Aristotle noted in Historia animalium that wild figs contain psenes that begin as grubs, but whose skin splits allowing the psen to fly out. The psen flies into a cultivated fig, and stops it from falling. He noted further that Greek farmers planted wild figs next to cultivated figs, and tied wild fig fruits on to the cultivated trees.

== Mechanisms and outcomes ==
Overall, the coevolution of Ficus and wasps features Ficus being very specific as a host, combined with the tendency of the wasp species to frequent plant species different from that of their specific Ficus host.

===Ficus domination in mutualism===
Ficus typically control the reproductive mutualism with fig wasps by being highly selective in their choice of pollinator. This high host specificity is proven by the low pollinator sharing ratios found in fig pollinators, especially in the wasp genera Ceratosolen and Kradibia. Contributing to the evolution of Ficus, pollinator specificity in Ficus is a pre-zygotic mechanism of reproductive isolation, in other words, the fig can control which pollen it gets by physically controlling which wasps pollinate it. Morphologically, one way the fig can specify the pollinator it wants includes the diameters of ostioles compared to the head widths of the respective wasp species. While the fig species F. wassa have a diameter of 1.0-1.5 mm, its pollinator K. wassae had an average head width of 0.58 mm.

=== Pollinator sharing ===
Mutualism between figs and their wasps is not always strictly one on one: in Neotropical monoecious Ficus (among a few examples with the genus Ficus alone), different plant species may share the same species of pollinator wasp, and in a number of Ficus species, a few species of wasps are able to pollinate the figs (to various degrees) of a single fig species.

Clearly, sharing of pollinators could allow interspecific hybrids to occur more easily, which would threaten the integrity of specific species of both plant or wasp, or allow new species to develop from the hybrids. Hybridization does not appear to have played a major role in the evolution of fig and pollinator lineages, based on a maximum likelihood test on 1991 data. In Panama, pollinator and host sharing have led to hybridization in figs, but not in their wasps.

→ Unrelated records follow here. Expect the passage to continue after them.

/** A numerical condition found in the covariance run, reported as data (never thrown). */
export interface CovarianceIssue {
  kind: 'not-finite' | 'not-positive-semidefinite' | 'asymmetric' | 'singular-innovation';
  /** Mission time of the first occurrence, s. */
  tS: number;
  detail: string;
}

/** Relative tolerance for a negative pivot or an asymmetry, against the largest diagonal entry. */
const RELATIVE_TOLERANCE = 1e-9;

/**
 * Checks an n x n covariance for finiteness, symmetry and positive
 * semi-definiteness (an LDLᵀ factorisation whose pivots may not fall below
 * −1e-9 of the largest diagonal entry after scaling by the diagonal).
 * @returns the problem found, or undefined.
 */
export function checkCovariance(p: Float64Array, offset: number, n: number, tS: number, scratch: Float64Array): CovarianceIssue | undefined {
  for (let i = 0; i < n; i++) {
    for (let j = 0; j < n; j++) {
      const v = p[offset + i * n + j];
      if (!Number.isFinite(v)) return { kind: 'not-finite', tS, detail: `P[${i}][${j}] = ${v}` };
      const sym = p[offset + j * n + i];
      if (v === sym) continue;
      const scale = Math.sqrt(Math.abs(p[offset + i * n + i] * p[offset + j * n + j]));
      if (Math.abs(v - sym) > RELATIVE_TOLERANCE * scale) return { kind: 'asymmetric', tS, detail: `P[${i}][${j}] ≠ P[${j}][${i}]` };
    }
  }
  // Scale to a correlation-like matrix so states of different units compare.
  for (let i = 0; i < n; i++) {
    if (p[offset + i * n + i] < 0) return { kind: 'not-positive-semidefinite', tS, detail: `variance of state ${i} is negative (${p[offset + i * n + i]})` };
  }
  for (let i = 0; i < n; i++) {
    const di = inverseSigma(p[offset + i * n + i]);
    for (let j = 0; j <= i; j++) scratch[i * n + j] = p[offset + i * n + j] * di * inverseSigma(p[offset + j * n + j]);
  }
  for (let k = 0; k < n; k++) {
    const pivot = scratch[k * n + k];
    if (pivot < -RELATIVE_TOLERANCE) return { kind: 'not-positive-semidefinite', tS, detail: `pivot ${k} is ${pivot.toExponential(3)}` };
    if (pivot <= RELATIVE_TOLERANCE) continue; // semi-definite direction: nothing to eliminate
    // Only the lower triangle is filled and updated.
    for (let i = k + 1; i < n; i++) {
      const l = scratch[i * n + k] / pivot;
      if (l === 0) continue;
      for (let j = k + 1; j <= i; j++) scratch[i * n + j] -= l * scratch[j * n + k];
    }
  }
  return undefined;
}

function inverseSigma(variance: number): number {
  return variance > 0 ? 1 / Math.sqrt(variance) : 0;
}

Sharing of pollinators has implications for the evolutionary history of the fig-wasp mutualism, because this means specific wasps may have switched hosts, perhaps to new fig species rather unrelated to the original host species -this, along with possible hybridization, can thus mean that the phylogenies of the figs and their wasp pollinators do not strictly correspond one to one. Due to this shifting of hosts, wasp species which share the same fig species as hosts may not be sister species, but quite unrelated. The process whereby pollinating wasps switch fig host species, known as a host switch, has been identified as an important process in leading to coevolutionary patterns in a community of strangler figs and pollinating wasps in Panama.

Another possibility is the evolution of cheating. Where a single fig species is able to use multiple wasp species to pollinate itself, and some wasp species may be better at this than others, a certain wasp species may not need to end up evolving to become a better pollinator, as opposed to simply using the fig as a brood chamber. Wasp species which share the same fig species compete for resources. Where wasp species may visit numerous hosts, if one fig species evolves to be a better host, the wasp may shift hosts, rendering its other shared fig hosts incidentally visited, and thus improperly pollinated, and the wasp a 'cheat' when it visits them.

=== Cospeciation ===

Cospeciation, where the evolution of one of a pair (or more) of species is influenced by the evolution of the other of the pair, appears to have occurred in the history of the Ficus-wasp mutualism, despite some significant differences in the fig and pollinator phylogenies.

=== Cryptic wasp species ===

Complicating the identification of fig-wasp relationships is the existence of cryptic species: some groups of wasps are morphologically similar, but genetic markers show that they have been functioning as independent species that have not interbred for millions of years.